# Please Help -- my first gun (9mm)



## BearArms2 (Dec 17, 2011)

Hello, I am in the market for buying a 9mm handgun. I have gone target shooting with my dad at random times since i was about 18 or 19 and now I am living with my girlfriend and would enjoy taking lessons on how to become a better shot. So this gun would not only need to be accurate for the range, but also reliable for home protection (those are my 2 main reasons for this purchase).
I was told by a local business man that i respect, that a 9mm is great for a beginner like me and for the two main reasons I am looking to buy a guy. Of the items he had in his store, he suggested a few -- and I was hoping to get some help on this forum to help me distinguish between the 5 options and select the best one for me.
He had the Taurus PT 92, FN FNX-9, Beretta 92, S&W M&P 40 and the Glock Gen 4.
While price surely doesnt hurt things (the Taurus being the cheapest of the 5 he suggested), i would only use that if all other things were equal....these all fall into my general price range for what he was asking. I need the gun to be safe and reliable.
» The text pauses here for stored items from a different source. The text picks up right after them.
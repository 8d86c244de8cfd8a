/* bench_eval_memory: the broker's heap bytes per queued job and per cached
 * result, counted by the allocator (glibc's mallinfo2: bytes in use in the heap and
 * in mapped blocks, less
 * what SQLite reports it holds, sqlite3_memory_used), not estimated. The
 * broker's core is driven in this process the way its loop drives it, with
 * no sockets and its scratch store in memory, committed after every batch
 * as the loop commits every turn (tests/bench/bench_memory.py measures a
 * whole broker process with its store on disk from outside): a run
 * submits --count genomes of 8 doubles, then a worker with enough credits
 * takes them all and answers each with --objectives fitness values, then
 * every result is acknowledged and the run is dropped from RAM, so what
 * stays is the result cache alone. Prints 'name: value unit' lines:
 *   queued_job_bytes_beyond_genome   (heap after submit - before) / count - 64
 *   cached_result_bytes_beyond_fitness  (heap at the end - before) / count
 *                                       - 8 x objectives
 * Both include the allocator's per-allocation overhead and the hash
 * tables' slots at the fill they have at that count (a table doubles past
 * 3/4 full, so the share per entry swings between 21 and 43 bytes).
 * Usage: build/tests/bench/bench_eval_memory [--count N] [--objectives K] */
#include <malloc.h>
#include <sqlite3.h>
#include <stdint.h>
#include <stdio.h>
#include <stdlib.h>
#include <string.h>

#include "broker/client_io.h"
#include "broker/core.h"
#include "broker/dispatch.h"
#include "broker/quota.h"
#include "broker/store.h"
#include "broker/worker_io.h"

#define DIM 8
#define BATCH 10000u

/* The broker's own heap bytes: everything in use but SQLite's. */
static double s_heap(void)
{
    malloc_trim(0);
    struct mallinfo2 mi = mallinfo2();
    /* uordblks: chunks in the heap; hblkhd: large ones mapped on their own
     * (a big table's slot array) */
    return (double)mi.uordblks + (double)mi.hblkhd - (double)sqlite3_memory_used();
}

static int s_submit(broker_t *b, uint32_t first, uint32_t n)
{
    static proto_item_t items[BATCH];
    static double genomes[BATCH][DIM];
    for (uint32_t i = 0; i < n; i++) {
        for (int d = 0; d < DIM; d++)
            genomes[i][d] = (double)(first + i) * 1e-3 + d;
        items[i] = (proto_item_t){.tag = first + i,
                                  .genome_len = sizeof genomes[i],
                                  .genome = (uint8_t *)genomes[i]};
    }
    proto_submit_t s = {.run_id = (char *)"bench",
                        .run_seed = 1,
                        .seed_mode = PROTO_SEED_GENOME,
                        .batch_tag = first,
                        .plugin = (char *)"spin",
                        .params = (char *)"{}",
                        .n_items = n,
                        .items = items};
    int rc = broker_client_submit(b, (const uint8_t *)"c1", 2, "local", &s);
    return rc != 0 ? rc : broker_store_commit(b->store);
}

int main(int argc, char **argv)
{
    uint32_t count = 200000, objectives = 1;
    for (int i = 1; i + 1 < argc; i += 2) {
        if (strcmp(argv[i], "--count") == 0)
            count = (uint32_t)strtoul(argv[i + 1], NULL, 10);
        else if (strcmp(argv[i], "--objectives") == 0)
            objectives = (uint32_t)strtoul(argv[i + 1], NULL, 10);
    }
    if (count < 1 || objectives < 1 || objectives > PROTO_MAX_OBJECTIVES) {
        fprintf(stderr, "usage: bench_eval_memory [--count N] [--objectives 1..%u]\n",
                PROTO_MAX_OBJECTIVES);
        return 2;
    }
    broker_t *b = calloc(1, sizeof *b);
    broker_core_init(b, 5000, 1000, 3, NULL);
    broker_worker_timers_start(b);
    b->max_queued_per_run = b->max_queued_per_client = count;
    b->max_queued_bytes = b->max_queued_bytes_per_key = b->max_queued_bytes_per_run = UINT64_MAX;
    broker_runs_set_caps(&b->runs, count, count);
    proto_plugin_info_t pi = {.name = (char *)"spin", .version = (char *)"1.0",
                              .objectives = objectives};
    proto_hello_t h = {.name = (char *)"w1", .host = (char *)"localhost",
                       .arch = (char *)"x86_64", .slots = 4, .n_plugins = 1, .plugins = &pi};
    broker_worker_t *w = broker_worker_on_hello(b, (const uint8_t *)"w1", 2, &h);

    /* The run and its plugin queue are made by the first batch and gone
     * again at the end: a few hundred bytes over the whole count. */
    double before = s_heap();
    for (uint32_t first = 0; first < count; first += BATCH) {
        uint32_t n = count - first < BATCH ? count - first : BATCH;
        if (s_submit(b, first + 1, n) != 0) {
            fprintf(stderr, "bench_eval_memory: the broker refused a batch\n");
            return 1;
        }
    }
    double queued = s_heap();

    double fit[PROTO_MAX_OBJECTIVES];
    for (uint32_t k = 0; k < objectives; k++)
        fit[k] = 0.5 + k;
    uint32_t answered = 0;
    while (answered < count) {
        broker_registry_add_credits(&b->registry, w, BATCH);
        if (broker_dispatch_turn(b) == 0)
            break;
        while (w->jobs_head) {
            proto_outcome_t o = {.job_id = w->jobs_head->live->job_id,
                                 .status = PROTO_STATUS_OK,
                                 .n_fitness = objectives,
                                 .fitness = fit,
                                 .error = (char *)"",
                                 .cpu_seconds = 0.001,
                                 .peak_rss_kb = 2048};
            broker_dispatch_outcome(b, w, &o);
            answered++;
        }
        if (broker_store_commit(b->store) != 0) {
            fprintf(stderr, "bench_eval_memory: the store did not commit\n");
            return 1;
        }
        broker_run_t *run = broker_runs_get(&b->runs, "bench");
        broker_client_flush(b); /* no sockets: the outbox moves to unacked */
        size_t cur = 0;
        broker_delivery_t *d;
        uint64_t *tags = malloc(broker_table_size(run->unacked) * sizeof *tags + 1);
        size_t n = 0;
        while ((d = broker_table_next(run->unacked, &cur)))
            tags[n++] = d->tag;
        for (size_t i = 0; i < n; i++)
            broker_runs_ack(&b->runs, run, tags[i]);
        free(tags);
    }
    if (answered != count) {
        fprintf(stderr, "bench_eval_memory: %u of %u answered\n", answered, count);
        return 1;
    }
    broker_quota_sweep(b, 0, 1); /* the idle run leaves RAM */
    double cached = s_heap();

    printf("count: %u genomes of %d doubles\n", count, DIM);
    printf("objectives: %u\n", objectives);
    printf("results_in_ram: %zu count\n", broker_table_size(b->evals.by_key));
    printf("queued_job_bytes_beyond_genome: %.1f bytes\n",
           (queued - before) / count - DIM * 8.0);
    printf("cached_result_bytes_beyond_fitness: %.1f bytes\n",
           (cached - before) / count - 8.0 * objectives);
    printf("sizeof_eval: %zu bytes\n", sizeof(broker_eval_t));
    printf("sizeof_live: %zu bytes\n", sizeof(broker_eval_live_t));
    broker_core_fini(b);
    free(b);
    return 0;
}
Something that is good for me to practice with but also something I can use at home if I ever find myself in the situation where I would need to defend my home.
If anyone can offer some help, reviews, tips, suggestions, comments, etc on any or all of these guns listed, i would very much appreciate it -- and I thank you in advance for even reading this lengthy post. Have a wonderful day!


----------



## denner (Jun 3, 2011)

Well, I'd buy the beretta over the taurus, but i've heard some good things about the PT92, but I'd spend the extra cash and get the 92 if you go that route. I've been on the forum for not that long of a time, but, your question has already been answered many, many, times in the archives. My advice would be to purchase a pistol from a well respected manufacturer as the ones you have mentioned because 100 to 300 bucks ain't worth risking you're life over if the pistol didn't work when you needed it to, especially in a semi-auto. Reliability is #1, if there is a chance you can rent and shoot the pistols you've mentioned that would be optimal. I'd likewise do U-tube for reviews. It basically comes down to experience on what "you" shoot well and what feels good to "you" once you choose a well respected manufacturer. What might feel good and shoot well for me, might not be for you. Are the grips too large, or too small for your hand, do they fit like a glove? Interchangable backstraps come with the G-gen4 and M&P. Some can't shoot DA/SA's well, some prefer the consitent striker fired triggers, I myself prefer DA/SA's and do well, but it may take a little more work than a striker fired pistol? The pistols you've mentioned should all perform well so that shouldn't be a problem. 9mm is fine for begginers as well as experienced shooters in my opinion, but you have those that won't shoot anything less than a 10mm. You don't want to get caught up in everyones opinions or should i say weed out the opinions from very good advice. My experience with Beretta pistols have been exceptional, however, others with Glock; M&P FNX-9 and the PT-92 I'm sure you'll find as well. I think you'll make the right decision, but if not, you'll find out from experience, but your okay because the pistols mentioned should all go bang when you pull the trigger. :mrgreen: P.S. off hand I know the moderators on the forum have given excellent advice on the topic, they been there done that.


----------



## BearArms2 (Dec 17, 2011)

thanks so much denner!! i will check out other posts on here and try to find more info about these guns from past forum topics---thank you again!!


----------



## jluker (Dec 16, 2011)

You should look into the Springfield XD 9mm they are a very reliable handgun and easy to use i would recomend this gun to anyone! If you have any more questions aboout it just let me know!


----------



## rgrundy (Jul 16, 2011)

You can't really go wrong with a Glock Gen4. There is a world of aftermarket parts for it so you can tweek it into whatever configuration you personally desire.


----------



## FNISHR (Aug 9, 2011)

rgrundy said:


> You can't really go wrong with a Glock Gen4. There is a world of aftermarket parts for it so you can tweek it into whatever configuration you personally desire.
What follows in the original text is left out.